- _Excerpted data_:
def test_sin_first_digit_9_is_valid():
    # Service Canada (CHECKS.md, confirmed): first digit 9 = temporary resident; still valid.
    number = "92345678" + luhn.calc_check_digit("92345678")
    assert one(number, "CA")["status"] == "valid"


# --- Other countries: python-stdnum doctests, via CHECKS.md (confirmed) -----------------------

def test_bsn_and_dni_check_values():
    assert one("1112.22.333", "NL")["value"] == "111222333"       # stdnum.nl.bsn doctest
    assert one("1112.22.333", "NL")["status"] == "valid"
    assert one("1112.52.333", "NL")["reason"] == "bad_checksum"     # stdnum.nl.bsn doctest
    assert one("54362315-K", "ES")["value"] == "54362315K"         # stdnum.es.dni doctest
    assert one("54362315-K", "ES")["status"] == "valid"
    assert one("54362315Z", "ES")["reason"] == "bad_checksum"       # stdnum.es.dni doctest


@pytest.mark.parametrize("raw, country, id_type, value", [
    ("x-2482300w", "ES", "es_nie", "X2482300W"),            # stdnum.es.nie doctest
    # stdnum.it.codicefiscale doctest
    ("RCCMNL83S18D969H", "IT", "it_codicefiscale", "RCCMNL83S18D969H"),
    ("2 95 10 99 126 111 93", "FR", "fr_nir", "295109912611193"),  # stdnum.fr.nir doctest
    ("36 574 261 809", "DE", "de_idnr", "36574261809"),      # stdnum.de.idnr doctest
    ("880320-0016", "SE", "se_personnummer", "198803200016"),  # stdnum.se.personnummer doctest
    ("211062-5629", "DK", "dk_cpr", "2110625629"),           # stdnum.dk.cpr doctest
    ("151086 95088", "NO", "no_fodselsnummer", "15108695088"),  # stdnum.no.fodselsnummer doctest
    ("234123412346", "IN", "in_aadhaar", "234123412346"),    # stdnum.in_.aadhaar doctest
])
def test_stdnum_types_accept_their_doctest_numbers(raw, country, id_type, value):
    assert one(raw, country) == {"value": value, "status": "valid", "reason": None,
                                 "id_type": id_type, "country": country}


@pytest.mark.parametrize("raw, country, reason", [
    ("295109912611199", "FR", "bad_checksum"),  # stdnum.fr.nir doctest
    ("36574261890", "DE", "bad_checksum"),      # stdnum.de.idnr doctest
    ("880320-0018", "SE", "bad_checksum"),      # stdnum.se.personnummer doctest
    ("511062-5629", "DK", "bad_component"),     # stdnum.dk.cpr doctest (invalid date)
    ("15108695077", "NO", "bad_checksum"),      # stdnum.no.fodselsnummer doctest
    ("234123412347", "IN", "bad_checksum"),     # stdnum.in_.aadhaar doctest
    ("1112223334", "NL", "wrong_length"),       # stdnum.nl.bsn doctest
])
def test_stdnum_exceptions_map_to_our_reasons(raw, country, reason):
    assert (one(raw, country)["status"], one(raw, country)["reason"]) == ("invalid", reason)


def test_swedish_10_and_12_digit_forms_share_one_value():
    # stdnum.se.personnummer doctest number; '+' marks a holder aged 100 or more (stdnum).
    out = normalise_national_ids(pd.Series(["880320-0016", "8803200016", "19880320-0016",
                                            "880320+0016"]), "SE")
    assert list(out["value"]) == ["198803200016"] * 3 + ["188803200016"]


# --- Placeholders (common practice) --------------------------------------------------------

@pytest.mark.parametrize("raw", ["000000000", "111111111", "999999999", "123456789",
                                 "987654321", "012345678", "000-00-0000", "123-45-6789",
                                 "999-99-9999", "12345678"])
def test_placeholder_numbers(raw):
    assert statuses([raw]) == [("placeholder", "placeholder_value")]


def test_placeholders_in_other_types():
    assert statuses(["AB000000C"], "GB") == [("placeholder", "placeholder_value")]
    assert statuses(["00000000T"], "ES") == [("placeholder", "placeholder_value")]
    assert statuses(["111-111-111"], "CA") == [("placeholder", "placeholder_value")]


# --- Canonical value and key ----------------------------------------------------------------
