"""Tests for resolve.signals: every rule, the rule table, masking and the output contract.

Published values come from /work/shared/CHECKS.md (SSA randomization FAQ for never-issued SSN
ranges; specimen numbers 078-05-1120 and 219-09-9999; python-stdnum's 536-90-4399 doctest).
Every other case is invented to exercise one rule and says so.
"""

from __future__ import annotations

import pandas as pd
import pytest
from hypothesis import given, settings
from hypothesis import strategies as st

from resolve.errors import InputError
from resolve.signals import COLUMNS, RULES, SCOPES, SEVERITIES, compute_signals, load_rules

TODAY = "2026-01-15"
ID_COLUMNS = ["rec", "kind", "key", "value", "status", "reason", "detail"]


def person(record_id, given="ann", family="lee", birth="1980-04-02", created="2023-06-01"):
    return {"record_id": record_id, "given_key": given, "family_key": family, "birth_date": birth,
            "birth_year": int(birth[:4]) if birth else None,
            "created_at": pd.Timestamp(created) if created else pd.NaT}


def build(people_rows, id_rows, entity_ids=None):
    """people (index rec), identifiers and entities frames in the shapes of docs/architecture.md."""
    people = pd.DataFrame(people_rows).rename_axis("rec")
    people["created_at"] = pd.to_datetime(people["created_at"])
    ids = pd.DataFrame(id_rows, columns=ID_COLUMNS).astype({c: "string" for c in ID_COLUMNS[1:]})
    ents = pd.DataFrame({"rec": range(len(people)),
                         "entity_id": entity_ids or [f"E{i}" for i in range(len(people))]})
    return people, ids, ents


def ssn(rec, digits, status="valid", reason=None):
    """A US SSN identifier row the way the normaliser writes it (compact value, typed key)."""
    compact = digits.replace("-", "")
    return (rec, "national_id", f"us_ssn:{compact}", compact, status, reason, "us_ssn")


def phone(rec, e164, number_type="mobile", status="valid"):
    return (rec, "phone", e164, e164, status, None, number_type)


def email(rec, address, status="valid"):
    return (rec, "email", address, address, status, None, None)


def run(people, ids, ents, **kw):
    return compute_signals(people, ids, ents, today=TODAY, **kw)


def only(flags, code):
    return flags[flags["flag"] == code]


# ---------------- rule table ----------------

def test_rule_file_lists_every_rule_with_its_fields():
    rules = load_rules()
    assert set(rules) == set(RULES)
    for code, rule in rules.items():
        assert rule["code"] == code
        assert rule["severity"] in SEVERITIES
        assert isinstance(rule["enabled"], bool)
        assert rule["description"].endswith(".")
        assert isinstance(rule["parameters"], dict)


def test_user_overrides_merge_field_by_field(tmp_path):
    path = tmp_path / "rules.toml"
    path.write_text('[identifier_hub]\nseverity = "high"\n[identifier_hub.parameters]\nmax_entities = 8\n'
                    '[unusual_phone_type]\nenabled = false\n')
    rules = load_rules(path)
    assert rules["identifier_hub"]["severity"] == "high"
    assert rules["identifier_hub"]["parameters"]["max_entities"] == 8
    assert rules["identifier_hub"]["parameters"]["kinds"] == ["phone", "email", "national_id"]  # kept
    assert rules["unusual_phone_type"]["enabled"] is False
    assert load_rules()["identifier_hub"]["severity"] == "medium"  # defaults untouched


@pytest.mark.parametrize("text, match", [
    ('[identifer_hub]\nenabled = false\n', "Unknown signal rule"),
    ('[identifier_hub.parameters]\nmax_entitys = 3\n', "no parameter"),
    ('[identifier_hub.parameters]\nmax_entities = "many"\n', "must be a number"),
    ('[identifier_hub]\nseverity = "urgent"\n', "low, medium or high"),
    ('[identifier_hub]\nenabled = "yes"\n', "enabled = true or false"),
    ('[identifier_hub\n', "not valid TOML"),
])
def test_bad_rule_files_are_refused_with_a_sentence(tmp_path, text, match):
    path = tmp_path / "rules.toml"
    path.write_text(text)
    with pytest.raises(InputError, match=match):
        load_rules(path)


def test_missing_rule_file_is_refused(tmp_path):
    with pytest.raises(InputError, match="does not exist"):
        load_rules(tmp_path / "nope.toml")


# ---------------- national ID status rules ----------------

# CHECKS.md, "National IDs": SSA randomization FAQ (June 25 2011): area 000, 666 and 900-999,
# group 00 and serial 0000 are never assigned. The reason codes are those the normaliser emits.
SSA_NEVER_ISSUED = [
    ("000-12-3456", "never_issued_area"),
    ("666-12-3456", "never_issued_area"),
    ("900-12-3456", "never_issued_area"),
    ("123-00-4567", "never_issued_group"),
    ("123-45-0000", "never_issued_serial"),
]


@pytest.mark.parametrize("number, reason", SSA_NEVER_ISSUED)
def test_never_issued_ssn_ranges_are_flagged_high_and_masked(number, reason):
    people, ids, ents = build([person("r1")], [ssn(0, number, "invalid", reason)])
    flags = run(people, ids, ents)
    hit = only(flags, "national_id_never_issued")
    assert len(hit) == 1 and hit["severity"].iloc[0] == "high"
    sentence = hit["reason"].iloc[0]
    assert sentence.startswith(f"National ID ending {number[-4:]} ")
    assert number.replace("-", "") not in sentence and number not in sentence
    assert only(flags, "national_id_invalid").empty  # not repeated as a plain invalid ID


# CHECKS.md: 078-05-1120 (a wallet specimen number) and 219-09-9999 (a pamphlet sample) are
# known misused numbers (confirmed via copies).
@pytest.mark.parametrize("number", ["078-05-1120", "219-09-9999"])
def test_known_misused_specimen_numbers_are_flagged(number):
    people, ids, ents = build([person("r1")], [ssn(0, number, "invalid", "known_misused")])
    hit = only(run(people, ids, ents), "national_id_known_misused")
    assert len(hit) == 1
    assert f"ending {number[-4:]}" in hit["reason"].iloc[0]


def test_invalid_and_placeholder_ids():
    # Invented rows: a bad check digit (Canadian SIN 999-999-999 has a bad checksum per
    # CHECKS.md / python-stdnum) and a placeholder 000-00-0000 (CHECKS.md design notes).
    people, ids, ents = build(
        [person("r1"), person("r2", "bob", "ray"), person("r3", "cat", "kim")],
        [(0, "national_id", "ca_sin:999999999", "999999999", "invalid", "bad_checksum", "ca_sin"),
         ssn(1, "000-00-0000", "placeholder", "placeholder_value"),
         ssn(2, "000-00-0000", "placeholder", "placeholder_value")],
    )
    flags = run(people, ids, ents)
    bad = only(flags, "national_id_invalid")
    assert bad["record_id"].tolist() == ["r1"]
    assert bad["reason"].iloc[0] == "National ID ending 9999 fails its check digit."
    ph = only(flags, "placeholder_identifier")
    assert ph["record_id"].tolist() == ["r2", "r3"] and set(ph["severity"]) == {"low"}
    assert ph["reason"].iloc[0].endswith("; 1 other entity carries it.")
    assert only(flags, "shared_national_id_conflict").empty  # placeholders never join people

- _Try it_:
Both the first line of the records above and the line containing "doctest (invalid date)" are to be transcribed exactly, together with every line between them, and nothing else.

- _Response to the exercise_:
def test_sin_first_digit_9_is_valid():
    # Service Canada (CHECKS.md, confirmed): first digit 9 = temporary resident; still valid.
    number = "92345678" + luhn.calc_check_digit("92345678")
    assert one(number, "CA")["status"] == "valid"


# --- Other countries: python-stdnum doctests, via CHECKS.md (confirmed) -----------------------

def test_bsn_and_dni_check_values():
    assert one("1112.22.333", "NL")["value"] == "111222333"       # stdnum.nl.bsn doctest
    assert one("1112.22.333", "NL")["status"] == "valid"
    assert one("1112.52.333", "NL")["reason"] == "bad_checksum"     # stdnum.nl.bsn doctest
    assert one("54362315-K", "ES")["value"] == "54362315K"         # stdnum.es.dni doctest
    assert one("54362315-K", "ES")["status"] == "valid"
    assert one("54362315Z", "ES")["reason"] == "bad_checksum"       # stdnum.es.dni doctest


@pytest.mark.parametrize("raw, country, id_type, value", [
    ("x-2482300w", "ES", "es_nie", "X2482300W"),            # stdnum.es.nie doctest
    # stdnum.it.codicefiscale doctest
    ("RCCMNL83S18D969H", "IT", "it_codicefiscale", "RCCMNL83S18D969H"),
    ("2 95 10 99 126 111 93", "FR", "fr_nir", "295109912611193"),  # stdnum.fr.nir doctest
    ("36 574 261 809", "DE", "de_idnr", "36574261809"),      # stdnum.de.idnr doctest
    ("880320-0016", "SE", "se_personnummer", "198803200016"),  # stdnum.se.personnummer doctest
    ("211062-5629", "DK", "dk_cpr", "2110625629"),           # stdnum.dk.cpr doctest
    ("151086 95088", "NO", "no_fodselsnummer", "15108695088"),  # stdnum.no.fodselsnummer doctest
    ("234123412346", "IN", "in_aadhaar", "234123412346"),    # stdnum.in_.aadhaar doctest
])
def test_stdnum_types_accept_their_doctest_numbers(raw, country, id_type, value):
    assert one(raw, country) == {"value": value, "status": "valid", "reason": None,
                                 "id_type": id_type, "country": country}


@pytest.mark.parametrize("raw, country, reason", [
    ("295109912611199", "FR", "bad_checksum"),  # stdnum.fr.nir doctest
    ("36574261890", "DE", "bad_checksum"),      # stdnum.de.idnr doctest
    ("880320-0018", "SE", "bad_checksum"),      # stdnum.se.personnummer doctest
    ("511062-5629", "DK", "bad_component"),     # stdnum.dk.cpr doctest (invalid date)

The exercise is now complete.